Am 17.03.2014 02:33, schrieb Antti Kantee:
> On 16/03/14 22:07, Martin Unzner wrote:
>> It is great that if_virt gets a speed up, it was not excessively fast
>> the last time I tried it.
> There are two sides to if_virt. Arguably the interface is rather poorly
> named, but then again I didn't see these kinds of uses in 2008 when I
> wrote it as a way to shovel packets via /dev/tap. Using tap is
> understandably slow.
>
> These days if_virt serves more as a way to attach a hypercall
> implementation as an interface. That's what has been my target for
> recent improvements, and therefore transitively improving the
> performance of e.g. dpdk-rumptcpip and netmap-rumptcpip (which both
> attach via if_virt).
OK great, then netperf will probably work a bit better with the new BSD
release, too
>> Also, thank you for forcing me to look up jumbo frames and TSO again, I
>> had them completely confused. Neither was enabled, though, which is why
>> I suspect a netmap bug has caused the trouble.
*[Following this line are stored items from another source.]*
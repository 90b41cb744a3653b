import { lgamma as gammaln } from 'lib-r-math.js';

/**
 * Log densities of the Poisson and binomial laws with full relative precision even when
 * the counts are in the billions.
 *
 * The naive form k log(lambda) - lambda - lgamma(k + 1) subtracts numbers near 2e10 to get
 * an answer near 10, losing six digits at N = 1e9. Loader (2000), "Fast and Accurate
 * Computation of Binomial Probabilities", writes the density as a saddle-point term
 * (the deviance bd0) plus Stirling's error term, both computed without cancellation.
 * This is also the method of R's dpois and dbinom.
 */

const LOG_TWO_PI = Math.log(2 * Math.PI);
const HALF_LOG_TWO_PI = 0.5 * LOG_TWO_PI;

/**
 * Stirling's error term: log(n!) - log(sqrt(2 pi n) (n/e)^n).
 * Loader (2000), section 3: series in 1/n for n > 15, the log-gamma function of
 * lib-r-math.js's lgamma (R's lgammafn) below that (where nothing cancels badly).
 * O(1). Domain n >= 0. Example: stirlingError(1) = log(1) - log(sqrt(2 pi) / e) = 0.0810614667953273.
 */
export function stirlingError(n: number): number {
  if (n <= 15) {
    if (n === 0) return 0; // by continuity of the definition; log(0!) = 0 and the bracket tends to 0
    return gammaln(n + 1) - (n + 0.5) * Math.log(n) + n - HALF_LOG_TWO_PI;
  }
  const nn = n * n;
  const S0 = 1 / 12;
  const S1 = 1 / 360;
  const S2 = 1 / 1260;
  const S3 = 1 / 1680;
  const S4 = 1 / 1188;
  if (n > 500) return (S0 - S1 / nn) / n;
  if (n > 80) return (S0 - (S1 - S2 / nn) / nn) / n;
  if (n > 35) return (S0 - (S1 - (S2 - S3 / nn) / nn) / nn) / n;
  return (S0 - (S1 - (S2 - (S3 - S4 / nn) / nn) / nn) / nn) / n;
}

/**
 * The deviance term bd0(x, mean) = x log(x / mean) + mean - x, computed by a series in
 * v = (x - mean) / (x + mean) when x and mean are close (Loader 2000, section 2).
 * O(1) (a short series). Domain x >= 0, mean > 0. Example: deviance(10, 10) = 0.
 */
export function deviance(x: number, mean: number): number {
  if (x === 0) return mean;
  if (Math.abs(x - mean) < 0.1 * (x + mean)) {
    let v = (x - mean) / (x + mean);
    let sum = (x - mean) * v;
    let term = 2 * x * v;
    v = v * v;
    for (let j = 1; j < 1000; j++) {
      term *= v;
      const next = sum + term / (2 * j + 1);
      if (next === sum) return next;
      sum = next;
    }
    return sum;
  }
  return x * Math.log(x / mean) + mean - x;
}

/**
 * Natural log of the Poisson probability P(Y = k), Y ~ Poisson(mean).
 * Loader (2000). O(1). Relative error of the density about 1e-15 for any k and mean.
 * Example: logPoissonDensity(23, 23) = log(0.08297...) (Poisson(23) at its mode).
 */
export function logPoissonDensity(k: number, mean: number): number {
  if (k < 0 || !Number.isInteger(k)) return -Infinity;
  if (mean === 0) return k === 0 ? 0 : -Infinity;
  if (k === 0) return -mean;
  return -stirlingError(k) - deviance(k, mean) - 0.5 * (LOG_TWO_PI + Math.log(k));
}

/**
 * Natural log of the binomial probability P(X = k), X ~ Binomial(trials, share).
 * Loader (2000). O(1). Relative error about 1e-15 for trials up to 2^53.
 * Example: logBinomialDensity(1, 2, 0.5) = log(0.5).
 */
export function logBinomialDensity(k: number, trials: number, share: number): number {
  if (k < 0 || k > trials || !Number.isInteger(k)) return -Infinity;
  const rest = 1 - share;
  if (share === 0) return k === 0 ? 0 : -Infinity;
  if (rest === 0) return k === trials ? 0 : -Infinity;
  if (k === 0) return trials * Math.log1p(-share);
  if (k === trials) return trials * Math.log(share);
  const lc =
    stirlingError(trials) -
    stirlingError(k) -
    stirlingError(trials - k) -
    deviance(k, trials * share) -
    deviance(trials - k, trials * rest);
  const lf = LOG_TWO_PI + Math.log(k) + Math.log1p(-k / trials);
  return lc - 0.5 * lf;
}

/**
 * Natural log of n! by the log-gamma function of lib-r-math.js (lgamma, R's lgammafn).
 * O(1). Example: logFactorial(5) = log(120).
 */
export function logFactorial(n: number): number {
  return gammaln(n + 1);
}

/**
 * Natural log of the binomial coefficient C(n, k), exact to rounding for n up to 2^53.
 * Uses Stirling's error terms (Loader 2000) so that large n does not cancel.
 * O(1). Example: logChoose(5, 2) = log(10).
 */
export function logChoose(n: number, k: number): number {
  if (k < 0 || k > n) return -Infinity;
  if (k === 0 || k === n) return 0;
  if (n < 1e6) return gammaln(n + 1) - gammaln(k + 1) - gammaln(n - k + 1);
  // C(n,k) = 1 / ((n+1) * binomialDensity(k; n, 1/2) ... ) is awkward; use the density at
  // share k/n: C(n,k) (k/n)^k ((n-k)/n)^(n-k) = exp(logBinomialDensity(k, n, k/n)).
  const share = k / n;
  return logBinomialDensity(k, n, share) - k * Math.log(share) - (n - k) * Math.log1p(-share);
}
> Not sure how missing TSO would cause bugs -- the stack should just do
> segmentation to (path)mtu-sized chunks itself in that case -- but of
> course trying to process jumbo frames without telling the stack that the
> interface layer is capable of jumbo frames will lead to discrepancies.
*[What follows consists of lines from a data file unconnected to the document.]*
import {
  boxLogProbability,
  exactBoxWorkEstimate,
  type BoxProbability,
  ROUTINE_EXACT_BUDGET,
  type BoxOptions,
  type ShardGroup,
} from './box-probability.js';
import type { ChanceCache } from './chance-cache.js';
import { logChoose } from './discrete-densities.js';
import { normalBox, normalBoxPoints } from './gaussian-box.js';
import { log1mExp, logAddExp, logDifference } from './log-space.js';
import { logBinomialAtLeast, logBinomialAtMost } from './tails.js';

/**
 * Tail probabilities of the fullest and the emptiest shard under random placement.
 *
 * The question "does some shard reach its threshold?" is answered two ways, each where it
 * is accurate:
 * - when the single-shard tails are small (their sum S1 below a switch-over), by the
 *   Bonferroni inequalities S1 - S2 <= P <= S1 (and S1 - S2 + S3 >= P), with the joint
 *   tails S2, S3 computed by Levin's representation (box-probability.ts); the answer is
 *   then accurate far beyond 1e-15 and needs no subtraction from 1;
 * - otherwise as 1 - P(no shard reaches it), the complement of a box probability, which is
 *   well-conditioned once the answer is not small.
 * Feller (1968), "An Introduction to Probability Theory and Its Applications", vol. 1,
 * ch. IV, for the inclusion-exclusion (Bonferroni) bounds.
 */

/** Shards with one share and one integer threshold. */
export interface ThresholdGroup {
  /** Expected share p of each shard (0 < p <= 1). */
  readonly share: number;
  /** Number of shards in the group. */
  readonly count: number;
  /** The count each shard is tested against. */
  readonly threshold: number;
}

/** A tail probability with the method that produced it. */
export interface TailProbability {
  /** Natural log of the probability. */
  readonly logProbability: number;
  /**
   * `inclusion-exclusion`, `complement-exact`, `complement-edgeworth`, `complement-normal`,
   * `lower-bound`, `certain`, `impossible` (and `single-shard`, `first-order-bound`).
   */
  readonly method: string;
  /** Estimated relative error. */
  readonly relativeError: number;
}

export type Side = 'high' | 'low';

/** Switch-over for a single group (equal shares), where S3 is available. */
const SINGLE_GROUP_SWITCH = 0.1;
/** Switch-over of S1 - S2 with exact pair tails (pairSumTail). */
const PAIR_SUM_SWITCH = 0.03;
/** Switch-over for many groups and share sweeps, where S2 is estimated from the leading pair. */
export const MANY_GROUPS_SWITCH = 0.03;
/**
 * Up to this many groups, every pair gets a joint tail (276 pairs at most); beyond, the
 * leading pair's ratio stands for all (pairEstimatedTail, error up to S1 / 2), as in the
 * share sweeps.
 */
const PAIR_GROUPS = 24;
/** ... fewer when the pairs left out can move the answer by at most this (relative). */
const PAIR_SUM_TARGET = 1e-4;
/** From this S1 on, an exact box complement is preferred to inclusion-exclusion. */
const EXACT_COMPLEMENT_FROM = 1e-4;
/** Up to this many groups, the exact box complement is tried without a work estimate. */
const FEW_GROUPS = 6;

/**
 * Below this log S1 the answer is S1 itself. Multinomial counts are negatively associated
 * (Joag-Dev and Proschan 1983, "Negative association of random variables", Annals of
 * Statistics 11, 286-295), so every joint tail is at most the product of its single tails:
 * S2 <= S1^2 / 2, and S1 - S2 <= P <= S1 puts S1 within a relative S1 / 2 (here 5e-21)
 * of the answer. The joint tails, no longer needed, are where Levin's box is least
 * reliable (cuts hundreds of standard deviations out, as a quantile search at N = 1e15
 * asks for).
 */
export const LOG_NEGLIGIBLE_S1 = Math.log(1e-20);

/** The answer S1 when S1 is negligible beside 1 (see LOG_NEGLIGIBLE_S1). */
export function firstTermAlone(logS1: number): TailProbability {
  return {
    logProbability: logS1,
    method: 'inclusion-exclusion',
    relativeError: Math.max(1e-13, Math.exp(logS1) / 2),
  };
}

/**
 * Whether the exact complement could be within the routine budget (an estimate with a
 * margin of 10, so that only clearly unaffordable exact boxes are skipped).
 */
function exactComplementMayBeCheap(
  side: Side,
  total: number,
  groups: readonly ThresholdGroup[],
): boolean {
  return exactBoxWorkEstimate(total, complementBox(side, groups)) <= 10 * ROUTINE_EXACT_BUDGET;
}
I will try without those extensions, that should also work. But that is
a netmap problem.
>> I have another question: Is it OK to use the rump_sys_ methods, or would
>> it be faster to do fork and schedule manually? You write that the
>> rumpns_sendto method calls curlwp itself, so it should actually not
>> matter that I simply replaced the normal system call sento with
>> rump_sys_sendto, should it? In you dissertation, you mention that
>> scheduling manually is only necessary if you are missing the wrapper, or
>> have I missed something there?
> I'm not sure I understand the question, but not deterred by that I'll
> answer anyway ;)
You got me right, although it was rather late when I wrote that.
>
> There's two things you need for a thread to run correctly in a rump
> kernel: curlwp and curcpu (it's pretty natural: you need to know what
> you're running and where you're running it). If the host thread you use
> to call the schedule operation of a rump kernel has curlwp set,
> scheduling is a matter of picking curcpu. If there is no curlwp set
> when rump_schedule() is called, the scheduling routine allocates a
> temporary one for the duration of call. The purpose of this
> curlwp-creating dynamicity is to make it as simple as possible to call a
> rump kernel from any host thread contex. The prior is optimized to be
> fast, the latter is not.
>
> The fast path is two atomic memory operations per a schedule+unschedule
> pair, and locks and releases curcpu. So, theoretically, assuming you
> have a dedicated core and would want to call sendto() a billion times,
> it would be faster to bypass rump_sys_sendto() interface by calling
> schedule manually, looping a billion times calling rumpns_sendto() and
> unscheduling. However, note that the rump kernel will still unschedule
> internally whenever it needs to block, and messing with that behaviour
> is seriously asking for deadlocks, so I'm not sure I'd start to optimize
> anything from that angle.
>
> So, yes, rump_sys_sendto() is designed to be a
> drop-in-replacement-with-no-strings-attached for sendto() -- at least
> assuming you have the corresponding socket opened ;). Calling
> rump_sys_sendto() will be significantly faster if you have curlwp set
> (what I call a "bound" thread), but it will work correctly either way.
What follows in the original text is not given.